TUSCUMBIA, Ala. — A Tuscumbia business owner says he is overwhelmed at the amount of unemployment claims he’s received over the past year.
William Foster is frustrated. As a business owner he said the pandemic has been hard on him, but people who fraudulently take advantage of programs like unemployment assistance have made things even more difficult.
“I am getting two to three fraudulent claims a week where I’ve exceeded well over thirty in the past few months,” Foster said.
Foster is the owner of the Rattlesnake Saloon in Tuscumbia and said early in the pandemic, he did have to let two employees go who then filed for unemployment. He said when he noticed a third claim come in the mail, he had a few questions.
“So I picked it up, looked at it and the name was just totally unfamiliar,” Foster said. “And I’m thinking, I’m like, ‘who is this person?’ So, the first thing I did, I called all my managers like, ‘hey, did we have this person work for me last year during this time because I don’t know this person,’ and they’re like, ‘no, no, no, nobody knows this person.’”
Foster said he reported the fraudulent claim on the Alabama Department of Labor website but added as time went on, the claims just kept coming—all with different names.
Foster posted on Facebook asking if any other businesses have received fraudulent claims and he received dozens of responses.
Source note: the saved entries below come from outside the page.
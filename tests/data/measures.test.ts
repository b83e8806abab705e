// Answer-code counts (respondents sources), numeric columns (summary sources), `not` filters and pooling of both,
// checked against GNU R 4.2 (weighted.mean and table in tests/fixtures/data/measures.R, which writes measures.json;
// measures-semicolon.csv is read there with read.csv2, so R also checks the decimal-comma reading).
import { readFileSync, mkdtempSync, writeFileSync } from 'node:fs';
import { join } from 'node:path';
import { tmpdir } from 'node:os';
import { describe, expect, it } from 'vitest';
import { readCube } from '../../src/data/cube.js';
import { checkFilter, matches, pool, poolByUnit, relate } from '../../src/data/select.js';
import type { Pooled } from '../../src/data/types.js';
import { InputError } from '../../src/errors.js';
import { expectClose } from '../helpers/tolerance.js';
import { respondentsSource, summarySource } from './sources.js';

const fx = (name: string) => join(import.meta.dirname, '../fixtures/data', name);
const tmp = mkdtempSync(join(tmpdir(), 'warrant-measures-'));

interface Reference {
  r_version: string;
  numeric: Array<{ department: string; respondents: number; ratio_weight: number; ratio_mean: number | 'none'; score_mean: number | 'none' }>;
  codes: Array<{ department: string; question: string; codes: Record<string, number>; mean: number | 'none' }>;
}
const ref = JSON.parse(readFileSync(fx('measures.json'), 'utf8')) as Reference;

const numericSource = (file: string) => summarySource(fx(file), { numeric: ['Staff ratio', 'Mean score'], period: 'Year' });
const mean = (p: Pooled, col: string) => p.numeric![col]!.weightedSum / p.numeric![col]!.weight;

async function failure(p: Promise<unknown>): Promise<InputError> {
  const e = await p.then(
    () => undefined,
    (err: unknown) => err,
  );
  expect(e).toBeInstanceOf(InputError);
  return e as InputError;
}

describe('numeric columns of a summary source', () => {
  for (const file of ['measures.csv', 'measures-semicolon.csv']) {
    it(`${file}: respondent-weighted means per department equal R's weighted.mean`, async () => {
      expect(ref.r_version).toBe('4.2.2');
      const cube = await readCube(numericSource(file), ['Department', 'Year'], file);
      expect(cube.numericColumns).toEqual(['Staff ratio', 'Mean score']);
      // Numeric columns are measures, not dimensions.
      expect(cube.dimensions).toEqual(['Department', 'Year']);
      const byDept = poolByUnit(cube, {}, 'Department');
      for (const r of ref.numeric) {
        const p = byDept.get(r.department)!;
        expect(p.n).toBe(r.respondents);
        // R: sum(Respondents) over rows with a ratio (blank rows are left out of that column only).
        expect(p.numeric!['Staff ratio']!.weight).toBe(r.ratio_weight);
        expect(p.numeric!['Mean score']!.weight).toBe(r.respondents);
        if (r.ratio_mean !== 'none') expectClose(mean(p, 'Staff ratio'), r.ratio_mean, 'closed', `${r.department} ratio`);
        if (r.score_mean !== 'none') expectClose(mean(p, 'Mean score'), r.score_mean, 'closed', `${r.department} score`);
      }
    });
  }

  it('pools numeric sums for a selection and for the rest of a larger one', async () => {
    const cube = await readCube(numericSource('measures.csv'), ['Department'], 'm.csv');
    const all = pool(cube, {});
    const related = relate(cube, { Department: 'Hanes' }, {});
    expect(related.relation).toBe('focus-inside');
    const hanes = ref.numeric.find((r) => r.department === 'Hanes')!;
    const others = ref.numeric.filter((r) => r.department !== 'Hanes');
    // Rest = the whole table without Hanes: weights add up from R's per-department sums.
    expect(related.rest!.numeric!['Staff ratio']!.weight).toBe(others.reduce((s, r) => s + r.ratio_weight, 0));
    expect(related.rest!.n + related.focus.n).toBe(all.n);
    expectClose(related.rest!.numeric!['Mean score']!.weightedSum + related.focus.numeric!['Mean score']!.weightedSum, all.numeric!['Mean score']!.weightedSum, 'closed', 'sums add up');
    expectClose(mean(related.focus, 'Mean score'), hanes.score_mean as number, 'closed', 'Hanes score');
    // An empty selection still carries every numeric column, with no weight.
    expect(pool(cube, { Department: { not: cube.values['Department']! } }).numeric).toEqual({
      'Staff ratio': { weightedSum: 0, weight: 0 },
      'Mean score': { weightedSum: 0, weight: 0 },
    });
  });

  it('names the row and value of text in a numeric column, and a numeric column the file lacks', async () => {
    const path = join(tmp, 'text.csv');
    writeFileSync(path, 'Dept,Respondents,Agreeing,Ratio\nA,10,5,12.5\nB,20,5,twelve\nC,5,1,\n');
    const e = await failure(readCube(summarySource(path, { numeric: ['Ratio'] }), [], 'text.csv'));
    expect(e.problems).toHaveLength(1);
    expect(e.problems[0]).toMatchObject({ file: 'text.csv', row: 3, field: 'Ratio', found: 'twelve' });
    expect(e.message).toContain('text.csv, row 3: A value in a numeric column is not a number (field "Ratio", found "twelve").');
    expect(e.message).toContain('leave the cell blank');
    const e2 = await failure(readCube(summarySource(path, { numeric: ['Ration'] }), [], 'text.csv'));
    expect(e2.problems[0]).toMatchObject({ row: 1, field: 'numeric', found: 'Ration' });
    expect(e2.message).toContain('Did you mean "Ratio"?');
    const e3 = await failure(readCube(summarySource(path, { numeric: ['Ratio'] }), ['Ratio'], 'text.csv'));
    expect(e3.message).toMatch(/holds counts, not groups/);
  });
});

describe('answer codes of a respondents source', () => {
  it("count each valid code per department and question like R's table, not-applicable left out", async () => {
    for (const chunkSize of [undefined, 5]) {
      const cube = await readCube(respondentsSource(fx('respondents.csv')), ['Department'], 'r.csv', chunkSize === undefined ? {} : { chunkSize });
      expect(cube.hasCodes).toBe(true);
      for (const r of ref.codes) {
        const p = pool(cube, { Department: r.department, question: r.question });
        expect(p.codes, `${r.department} ${r.question}`).toEqual(r.codes);
        expect(p.n).toBe(Object.values(r.codes).reduce((s, k) => s + k, 0));
        // Agreeing = codes 4 and 5 (the default agree codes).
        expect(p.agree).toBe((r.codes['4'] ?? 0) + (r.codes['5'] ?? 0));
        if (r.mean !== 'none') {
          const m = Object.entries(p.codes!).reduce((s, [c, k]) => s + Number(c) * k, 0) / p.n;
          expectClose(m, r.mean, 'closed', `${r.department} ${r.question} mean`);
        }
      }
    }
  });

  it('codes are pooled and the rest of a larger selection subtracts them', async () => {
    const cube = await readCube(respondentsSource(fx('respondents.csv')), ['Department'], 'r.csv');
    const related = relate(cube, { Department: 'Hanes', question: 'Q01' }, { question: 'Q01' });
    expect(related.relation).toBe('focus-inside');
    const expected: Record<string, number> = {};
    for (const r of ref.codes) {
      if (r.question !== 'Q01' || r.department === 'Hanes') continue;
      for (const [c, k] of Object.entries(r.codes)) expected[c] = (expected[c] ?? 0) + k;
    }
    expect(related.rest!.codes).toEqual(expected);
    // Summary sources carry no codes.
    const summary = await readCube(numericSource('measures.csv'), [], 'm.csv');
    expect(pool(summary, {}).codes).toBeUndefined();
  });
});

describe('not filters', () => {
  it('match every value but those named, on one column or with others', async () => {
    const cell = { dims: { Year: '2026', Dept: 'Hanes' }, n: 1, agree: 0, approximate: false, firstRow: 2 };
    expect(matches(cell, { Year: { not: 2025 } })).toBe(true);
    expect(matches(cell, { Year: { not: [2025, ' 2026'] } })).toBe(false);
    expect(matches(cell, { Year: { not: '2026' } })).toBe(false);
    expect(matches(cell, { Year: 2026, Dept: { not: 'Łacina' } })).toBe(true);
    // A cell without the column matches no filter on it.
    expect(matches(cell, { Region: { not: 'x' } })).toBe(false);
  });

  it('pool the complement, and a misspelt value under not is an error', async () => {
    const cube = await readCube(numericSource('measures.csv'), ['Department', 'Year'], 'm.csv');
    const notHanes = pool(cube, { Department: { not: 'Hanes' } });
    const others = ref.numeric.filter((r) => r.department !== 'Hanes');
    expect(notHanes.n).toBe(others.reduce((s, r) => s + r.respondents, 0));
    const e = (() => {
      try {
        checkFilter(cube, { Department: { not: 'Hanse' } });
      } catch (err) {
        return err;
      }
      return undefined;
    })();
    expect(e).toBeInstanceOf(InputError);
    expect((e as InputError).problems[0]).toMatchObject({ field: 'Department', found: 'Hanse' });
    expect((e as InputError).message).toContain('Did you mean "Hanes"?');
  });
});
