/** The data stage: read a source into a cube of counts, then select and pool. */
export { readCube, MAX_PROBLEMS } from './cube.js';
export type { CubeSource, ReadCubeOptions } from './cube.js';
export { matches, checkFilter, pool, poolByUnit, relate } from './select.js';
export type { Relation, Related } from './select.js';
export { readCsvRows, detectDelimiter, sniff } from './csv.js';
export { openXlsxSheet, readXlsxRows, formatNumber, columnIndex, columnLetters } from './xlsx.js';
export type { XlsxOptions, SheetInfo, OpenedSheet } from './xlsx.js';
export type { SheetRow, ReadOptions } from './rows.js';
export { sha256File } from './hash.js';
export { periodsOf, periodsBack, resolvePeriod, lastPeriods } from './periods.js';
One recipient is Tuscumbia Retail Development’s Fiddledee D! store, a nonprofit that doesn’t have paid employees, only volunteers.
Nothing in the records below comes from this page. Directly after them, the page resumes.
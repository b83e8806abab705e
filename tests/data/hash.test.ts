// The file hash a cube carries, for CSV files hashed from the bytes the reader reads (no second read of the file).
// Reference: GNU coreutils `sha256sum` of the same file.
import { execFileSync } from 'node:child_process';
import { mkdtempSync, writeFileSync } from 'node:fs';
import { tmpdir } from 'node:os';
import { join } from 'node:path';
import { describe, expect, it } from 'vitest';
import { readCube } from '../../src/data/cube.js';
import { respondentsSource, summarySource } from './sources.js';

const dir = mkdtempSync(join(tmpdir(), 'warrant-hash-'));
let n = 0;
function file(text: string): string {
  const path = join(dir, `f${n++}.csv`);
  writeFileSync(path, text);
  return path;
}
const sha256sum = (path: string): string => execFileSync('sha256sum', [path], { encoding: 'utf8' }).split(' ')[0]!;

describe('CSV file hash', () => {
  it('equals sha256sum for summary and respondent files, whatever the chunk size', async () => {
    const summary = file('\uFEFFGroup;Respondents;Agreeing\r\n"Łąka";12;5\r\nBrithŵyr;9;2\r\nDépartement;8;3\r\n');
    const rows = ['ID,Department,Q01,Q02,Q03,Q04,Q05'];
    for (let i = 0; i < 300; i++) rows.push(`${i},${['Łąka', 'Brithŵyr', 'Hanes'][i % 3]},${i % 5 + 1},${(i * 3) % 5 + 1},,9,${i % 2 + 1}`);
    const respondents = file(rows.join('\n') + '\n');
    for (const chunkSize of [1, 5, 64, 1 << 16]) {
      const a = await readCube(summarySource(summary), ['Group'], 's.csv', { chunkSize });
      expect(a.sha256).toBe(sha256sum(summary));
      const b = await readCube(respondentsSource(respondents), ['Department'], 'r.csv', { chunkSize });
      expect(b.sha256).toBe(sha256sum(respondents));
    }
  });
});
“I thought it was a check coming to a small business and when I opened it up, I was shocked,” Tuscumbia Retail Development President May Woodie Christopher said. “We’re at the very beginning on the defense trying to put this fire out because if they go on and issue checks, then it’s going to fall back on us.”
Foster said the increase in unemployment fraud amid the pandemic is affecting the amount of time the state has to address the claims.
“They’re not answering the phones, they’re not returning calls, they’re so backed up you have to go online and fill out a form through their fraudulent claims,” Foster said. “Well, that’s all fine and dandy but they’re all time sensitive.”
On the claims, it lists a date that the ADOL must receive a response from the employer, however, Foster said he’s receiving them in the mail after the deadline.
“Because of that, they’re already passing some through,” Foster said. “I’ve got some paperwork that is actually eligible to draw unemployment from me and has never worked for me.”
Foster said he doesn’t see the issue stopping while unemployment aid for those affected by the pandemic is extended through September but hopes the state will find an alternate solution when dealing with fraudulent claims.
ADOL said if an individual is caught committing unemployment fraud, they could be charged at the state and federal level.